__What you should do__
Find the line that contains "if got := d.LiftEffect(k, tight.Params.Channels[k], from, to);"; then retype it and each line after it, exactly, through the final line of the data below.

__Stored data__
*** Begin section ***
package model

import (
	"math"
	"testing"
)

// The calibrated objective is least squares with one more row per test
// weighted by σ/se: a very precise test (se → 0) pins the model's estimate
// of it to the measured value; a very vague one (se → ∞) leaves the fit as
// it was.
func TestFitCalibratedLimits(t *testing.T) {
	sim := simulateFile(t, "testdata/truth_recovery.yaml")
	d, err := NewDesign(sim.Panel, sim.Truth.Spec())
	if err != nil {
		t.Fatal(err)
	}
	y := sim.Panel.KPI
	set := FitSettings{Seed: 1, Workers: 2}
	fit, err := d.Fit(y, set)
	if err != nil {
		t.Fatal(err)
	}
	// The priors are weighed by the fit's σ; the calibrated fits use it too,
	// so only the lift rows differ.
	sigma := fit.NoiseSD
	if !(sigma > 0) {
		t.Fatalf("fit recorded no noise SD")
	}
	k, from, to := 1, 50, 57
	before := d.LiftEffect(k, fit.Params.Channels[k], from, to)
	target := 1.5 * before
	warm := FitSettings{Seed: 1, Workers: 2, Warm: &fit.Params, Starts: 3, Priors: fit.Priors}
	tight, err := d.FitCalibrated(y, []Lift{{Channel: k, From: from, To: to, Incremental: target, StdError: 1e-4 * target}}, sigma, warm)
	if err != nil {
		t.Fatal(err)
	}
	if got := d.LiftEffect(k, tight.Params.Channels[k], from, to); math.Abs(got-target) > 1e-3*target {
		t.Errorf("precise lift test: model estimate %.6g, measured %.6g (before %.6g)", got, target, before)
	}
	loose, err := d.FitCalibrated(y, []Lift{{Channel: k, From: from, To: to, Incremental: target, StdError: 1e9 * target}}, sigma, warm)
	if err != nil {
		t.Fatal(err)
	}
	if math.Abs(loose.SSE-fit.SSE) > 1e-6*fit.SSE {
		t.Errorf("vague lift test changed the fit: SSE %.10g vs %.10g", loose.SSE, fit.SSE)
	}
}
*** End section ***
__Written response__
	if got := d.LiftEffect(k, tight.Params.Channels[k], from, to); math.Abs(got-target) > 1e-3*target {
		t.Errorf("precise lift test: model estimate %.6g, measured %.6g (before %.6g)", got, target, before)
	}
	loose, err := d.FitCalibrated(y, []Lift{{Channel: k, From: from, To: to, Incremental: target, StdError: 1e9 * target}}, sigma, warm)
	if err != nil {
		t.Fatal(err)
	}
	if math.Abs(loose.SSE-fit.SSE) > 1e-6*fit.SSE {
		t.Errorf("vague lift test changed the fit: SSE %.10g vs %.10g", loose.SSE, fit.SSE)
	}
}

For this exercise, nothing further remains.